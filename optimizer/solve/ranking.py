"""How the ranking tells designs apart: part families (one choice, several base values) and
the tie-breaks applied after cost.

**Family.** Two designs are one choice when they are built the same way and differ at most in
base values or in which catalog part supplies electrically identical elements. A design's
groups are its network packages and (as one group) its discrete parts; each group has a base
value (its first element's value). One family: the same topology, the same positions in each
group, each value the same multiple of its group's base value, the same grade at each
position (tolerance or absolute and ratio tolerance, tempco or tracking, drift, rating, size,
unit cost), and the same cost. So a quad network grade at 1 k, 2 k, 5 k ... is one choice, a
gain-2 network and an attenuate-by-2 network used backwards are one choice, and four discrete
parts scaled together by one factor are one choice.

**Tie-breaks** (only among designs of exactly equal cost; the ranking stays exact in cost),
in this order:

1. more margin on the binding requirement (the requirement that is tightest for most designs
   of the tie group), counted in whole steps: 1 dB for a figure in dB, a tenth of the limit
   otherwise, so that a few hundredths of a dB do not outweigh the keys below;
2. fewer BOM lines (distinct part ids);
3. balanced inputs: R1 = R3 and R2 = R4 (each unequal pair counts one);
4. lower output noise (rms);
5. values from a shorter E-series (IEC 60063: E3 before E6 ... before E192);
6. the part ids, so that the order is fully determined.

Pure: no printing, no files.
"""

from __future__ import annotations

import hashlib
import math
from collections import Counter
from collections.abc import Sequence
from typing import Any

from ..cost import CostBreakdown
from ..design import Design
from ..eseries import ESeries, is_member
from ..parts import NetworkPart

__all__ = [
    "RATIO_DIGITS",
    "base_values",
    "binding_requirement",
    "family_id",
    "family_key",
    "margin_steps",
    "series_rank",
    "tie_key",
    "unbalanced_pairs",
]

#: Significant digits to which ratios and costs are compared when forming a family.
RATIO_DIGITS = 9

#: The E-series from shortest to longest (IEC 60063).
_SERIES_ORDER = (
    ESeries.E3,
    ESeries.E6,
    ESeries.E12,
    ESeries.E24,
    ESeries.E48,
    ESeries.E96,
    ESeries.E192,
)


def _round(value: float) -> float:
    """``value`` to :data:`RATIO_DIGITS` significant digits (0 and non-finite unchanged)."""
    if value == 0.0 or not math.isfinite(value):
        return value
    return round(value, RATIO_DIGITS - 1 - math.floor(math.log10(abs(value))))


def _grade(part: object) -> tuple[Any, ...]:
    """Everything about a part except its id and its value(s)."""
    if isinstance(part, NetworkPart):
        return (
            "network",
            part.elements,
            part.abs_tolerance,
            part.ratio_tolerance,
            part.abs_tempco_per_k,
            part.tracking_tempco_per_k,
            part.drift_1000h,
            part.ratio_drift_1000h,
            part.power_per_element_w,
            part.max_voltage_v,
            part.size,
            part.unit_cost,
        )
    return (
        "discrete",
        getattr(part, "tolerance", None),
        getattr(part, "tempco_per_k", None),
        getattr(part, "drift_1000h", None),
        getattr(part, "power_w", None),
        getattr(part, "max_voltage_v", None),
        getattr(part, "size", None),
        str(getattr(part, "technology", None)),
        getattr(part, "unit_cost", None),
    )


def base_values(design: Design) -> tuple[float, ...]:
    """The base value of each group of the design in ohms: the first element's value of each
    network package (in order of first use), then the first discrete part's value (when the
    design has discrete parts)."""
    values: dict[object, float] = {}
    for placement in design.placements:
        group = placement.package_key or "discrete"
        values.setdefault(group, placement.resistance_ohm)
    discrete = values.pop("discrete", None)
    return (*values.values(), *(() if discrete is None else (discrete,)))


def family_key(design: Design, cost: CostBreakdown) -> tuple[Any, ...]:
    """The key two designs of one family share (module docstring): the topology, the total
    cost and, per position, its group (network package, or the discrete parts as one group),
    its value relative to the group's base value (dimensionless) and its grade."""
    packages = design.packages
    base: dict[object, float] = {}
    positions = []
    for placement in design.placements:
        key = placement.package_key
        group = "discrete" if key is None else packages.index(key)
        first = base.setdefault(group, placement.resistance_ohm)
        positions.append((group, _round(placement.resistance_ohm / first), _grade(placement.part)))
    return (design.topology.value, _round(cost.total), tuple(positions))


def family_id(key: tuple[Any, ...]) -> str:
    """A short stable text for a family key (for the JSON document): the first 12 hex digits
    of the SHA-256 of its ``repr``."""
    return hashlib.sha256(repr(key).encode("utf-8")).hexdigest()[:12]


def margin_steps(margin: float, limit: float, unit: str) -> int:
    """``margin`` counted in whole steps: 1 dB when ``unit`` is "dB", else a tenth of
    ``|limit|`` (or of 1 when the limit is 0 or not finite); floor division. A non-finite
    margin counts as a very large (or very small) number of steps. Common practice: compare
    design margins coarsely, not to the last hundredth of a dB."""
    if math.isnan(margin):
        return -(10**9)
    if math.isinf(margin):
        return 10**9 if margin > 0 else -(10**9)
    if unit == "dB":
        step = 1.0
    else:
        step = 0.1 * abs(limit) if math.isfinite(limit) and limit != 0.0 else 0.1
    return math.floor(margin / step + 1e-9)


def unbalanced_pairs(resistances_ohm: Sequence[float], rel: float = 1e-9) -> int:
    """How many of the pairs (R1, R3) and (R2, R4) have unequal values (0 = balanced inputs,
    equal impedance seen from both inputs; common practice for a difference amplifier)."""
    r1, r2, r3, r4 = resistances_ohm
    return int(not math.isclose(r1, r3, rel_tol=rel)) + int(not math.isclose(r2, r4, rel_tol=rel))


def series_rank(resistances_ohm: Sequence[float]) -> int:
    """Index (0 = E3 ... 6 = E192) of the shortest IEC 60063 series that holds every value;
    7 when none does."""
    for index, series in enumerate(_SERIES_ORDER):
        if all(is_member(series, r) for r in resistances_ohm):
            return index
    return len(_SERIES_ORDER)


def _requirements(verdict: object) -> tuple[Any, ...]:
    return tuple(getattr(verdict, "requirements", ()))


def binding_requirement(verdicts: Sequence[object]) -> str | None:
    """The requirement that is tightest for most of ``verdicts`` (ties: the first name in
    alphabetical order); None when the verdicts carry no requirements."""
    names = [
        getattr(getattr(v, "tightest", None), "name", None) for v in verdicts if _requirements(v)
    ]
    counts = Counter(str(n) for n in names if n is not None)
    if not counts:
        return None
    best = max(counts.values())
    return min(n for n, c in counts.items() if c == best)


def _noise(verdict: object) -> float:
    for check in getattr(verdict, "checks", ()):
        if getattr(check, "name", None) == "output_noise":
            value = float(check.value)
            return value if math.isfinite(value) else math.inf
    return math.inf


def tie_key(design: Design, verdict: object, binding: str | None) -> tuple[Any, ...]:
    """The sort key among designs of equal cost (module docstring; lower sorts first)."""
    steps = 0
    for margin in _requirements(verdict):
        if margin.name == binding:
            steps = margin_steps(float(margin.margin), float(margin.limit), margin.unit)
            break
    resistances = design.resistances_ohm
    ids = tuple(p.part.part_id for p in design.placements)
    return (
        -steps,
        len(set(ids)),
        unbalanced_pairs(resistances),
        _noise(verdict),
        series_rank(resistances),
        ids,
        tuple(p.element if p.element is not None else -1 for p in design.placements),
    )
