"""The CP-SAT model of the pick: an exact cover of R1..R4 by options under linear requirements.

Linearisation (first order, in logs of effective resistances; see ``options``):

* CMRR. CMRR⁻¹ of the resistors equals 2·tanh(|ln x|/2) with ln x = g(y₁) − g(y₂),
  y₁ = ln(R2/R1'), y₂ = ln(R4'/R3'), g(y) = −ln(1 + e^−y) (exact algebra of the transfer in
  ``optimizer.analysis.transfer``). Since g' = 1/(1+e^y) lies between 1/(1+G_hi) and 1 for every
  design whose gain stays below G_hi, a design meeting a floor C with an amplifier of CMRR C_a
  has |δ| = |y₂ − y₁| ≤ B = 2·atanh(X/2)·(1 + G_hi) with X = 1/C − 1/C_a. Worst case over the
  parts: |δ_nom,v| + Wδ,v ≤ B at every environment vertex v; yield basis: (B − |δ_nom,v|)² ≥
  z²·Sδ,v with z the one-sided normal quantile of the yield (a necessary condition).
* Gain. ln Adm ≈ γ = Σ cg·φ, and finite open-loop gain A lowers it by ln(1 + (1+G)/A):
  ln(1 − acc) ≤ γ_v − ln G ± Wg,v (− the A term) ≤ ln(1 + acc).
* Input impedance: R1 + R3 (differential, ideal amplifier), R1 + R2 and R3 + R4 (each bounds the
  common-mode impedance from above) at least the minimum.
* Noise: Σ per-position output noise power density ≤ limit²/bandwidth − the amplifier's floor.
* Ratings: options are pre-filtered per position by voltage and derated power.

Every bound is taken on its optimistic side and widened by a small relative slack, so the
linear model is a relaxation of the exact check: it never rejects a design the exact check
accepts. The search (``optimizer.solve.search``) verifies each candidate exactly and cuts the
ones the relaxation let through.

The model is built by :func:`build_model`: ``solve.pruning`` leaves out what cannot help,
``solve.coupling`` analyses the half coupling, ``solve.builder`` adds the literals and rows step
by step, ``solve.cpterms`` holds the units and constraint helpers they share and
``solve.modelhandles`` the variant and the built model.
"""

from __future__ import annotations

import numpy as np
from numpy.typing import NDArray
from ortools.sat.python import cp_model

from ..design import Topology
from ..spec import CmrrBasis, Spec
from .builder import ModelBuilder
from .coupling import HalfPairs, LeastSpread, half_pairs
from .cpterms import (
    ExtremeVertices,
    extreme_vertices,
)
from .discrete import DiscreteBlock, value_constants
from .environment import LinearEnvironment
from .limits import COUPLING_BUDGET, Limits, limits_for
from .modelhandles import BuiltModel, Constants, ModelVariant
from .options import (
    ALL_SHAPES,
    PAIR,
    OptionTable,
)
from .pruning import options_in_use, prune

__all__ = [
    "BuiltModel",
    "Limits",
    "ModelVariant",
    "build_model",
    "limits_for",
]


def build_model(
    options: OptionTable,
    block: DiscreteBlock,
    spec: Spec,
    env: LinearEnvironment,
    limits: Limits,
    variant: ModelVariant,
    constants: Constants | None = None,
) -> BuiltModel:
    """The CP-SAT model for network ``options`` and discrete ``block`` under ``limits``, built
    step by step: the options and classes pruned (``solve.pruning``), the half coupling's
    analysis (``solve.coupling``; it needs no literal, so a stream it proves infeasible costs no
    further building), then by :class:`ModelBuilder` the selection literals and the exact cover,
    the CMRR and gain rows (worst case or yield), the coupling's rows, the input-impedance and
    noise rows, and the objective."""
    model = cp_model.CpModel()
    allowed = set(
        variant.topologies if variant.topologies is not None else spec.preferences.topologies
    )
    if constants is None:
        constants = value_constants(block, spec, env)
    options, classes = _pruned(options, block, spec, env, limits, variant, allowed, constants)
    if any(not classes[i] and not options.covers[:, i].any() for i in range(4)):
        # A position nothing can fill after pruning: the stream is infeasible; skip the rest.
        return _infeasible(model, options)
    sides = extreme_vertices(env.vertices, spec.requirements.gain)
    value_sets = [
        np.unique(np.concatenate([block.avail[position][c] for c in classes[position]]))
        if classes[position]
        else np.zeros(0, dtype=np.int64)
        for position in range(4)
    ]
    coupling = _coupling(
        options, block, spec, limits, variant, allowed, constants, classes, value_sets, sides
    )
    if coupling is not None and coupling.infeasible:
        return _infeasible(model, options)
    builder = ModelBuilder(model, options, block, spec, limits, constants, classes, value_sets)
    builder.cover(allowed)
    worst_margin = builder.cmrr_and_gain(variant, sides)
    if coupling is not None:
        builder.couple(coupling)
    if variant.impedance and limits.min_impedance_ohm > 0.0:
        builder.impedance()
    if variant.noise and limits.noise_budget is not None:
        builder.noise()
    return builder.finish(variant, worst_margin)


def _pruned(
    options: OptionTable,
    block: DiscreteBlock,
    spec: Spec,
    env: LinearEnvironment,
    limits: Limits,
    variant: ModelVariant,
    allowed: set[Topology],
    constants: Constants,
) -> tuple[OptionTable, list[list[int]]]:
    """The network options an allowed topology (and the variant's one pair shape) can use and
    that survive ``pruning.prune``, with the discrete classes kept at each position."""
    discrete_allowed = bool(allowed & {Topology.DISCRETE, Topology.PAIR_PLUS_DISCRETE})
    usable_options = options_in_use(options, allowed)
    if variant.pair_shape is not None:
        usable_options &= (options.positions == PAIR) & (options.shape == variant.pair_shape)
    usable, classes = prune(
        options, block, spec, env, limits, usable_options, discrete_allowed, constants[1]
    )
    return options.subset(usable), classes


def _coupling(
    options: OptionTable,
    block: DiscreteBlock,
    spec: Spec,
    limits: Limits,
    variant: ModelVariant,
    allowed: set[Topology],
    constants: Constants,
    classes: list[list[int]],
    value_sets: list[NDArray[np.int64]],
    sides: ExtremeVertices,
) -> HalfPairs | None:
    """The half coupling's analysis (``coupling.half_pairs``) where it applies: a topology with
    two halves (:func:`_halves`), both the CMRR and the gain enforced, and a budget no looser
    than ``COUPLING_BUDGET``; None elsewhere."""
    halves = _halves(allowed, variant)
    if halves is None or not (variant.cmrr and variant.gain):
        return None
    if not limits.cmrr_budget <= COUPLING_BUDGET:
        return None
    return half_pairs(
        halves,
        [{int(k): None for k in ks} for ks in value_sets],
        options,
        constants[0],
        LeastSpread(
            block,
            [{c: None for c in cs} for cs in classes],
            constants[1],
            spec.requirements.cmrr_basis is CmrrBasis.YIELD,
        ),
        spec,
        limits,
        sides,
        np.ones(len(options), dtype=bool),
    )


def _halves(allowed: set[Topology], variant: ModelVariant) -> tuple[object, tuple[int, int]] | None:
    """How the positions split into two halves whose mismatch contributions must cancel: for
    four discrete parts, the discrete pairs (R1, R2) and (R3, R4); for one network pair of a
    given shape plus two discrete parts, the network options and the discrete pair on the other
    two positions. None for the all-network topologies (their options fix every value)."""
    if allowed == {Topology.DISCRETE}:
        return (0, 1), (2, 3)
    if allowed == {Topology.PAIR_PLUS_DISCRETE} and variant.pair_shape is not None:
        shape = ALL_SHAPES[variant.pair_shape]
        rest = tuple(i for i in range(4) if i not in shape)
        return variant.pair_shape, (rest[0], rest[1])
    return None


def _infeasible(model: cp_model.CpModel, options: OptionTable) -> BuiltModel:
    """The model of a stream found infeasible while building: one empty clause, no literals."""
    model.add_bool_or([])
    return BuiltModel(
        model=model,
        x=[],
        value=[{} for _ in range(4)],
        grade=[{} for _ in range(4)],
        options=options.subset(np.zeros(len(options), dtype=bool)),
        infeasible=True,
    )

====

• Problem details: Working from the entries above, find every line in which the word "then" occurs and copy it.

• Answer space:
    network package (in order of first use), then the first discrete part's value (when the
    further building), then by :class:`ModelBuilder` the selection literals and the exact cover,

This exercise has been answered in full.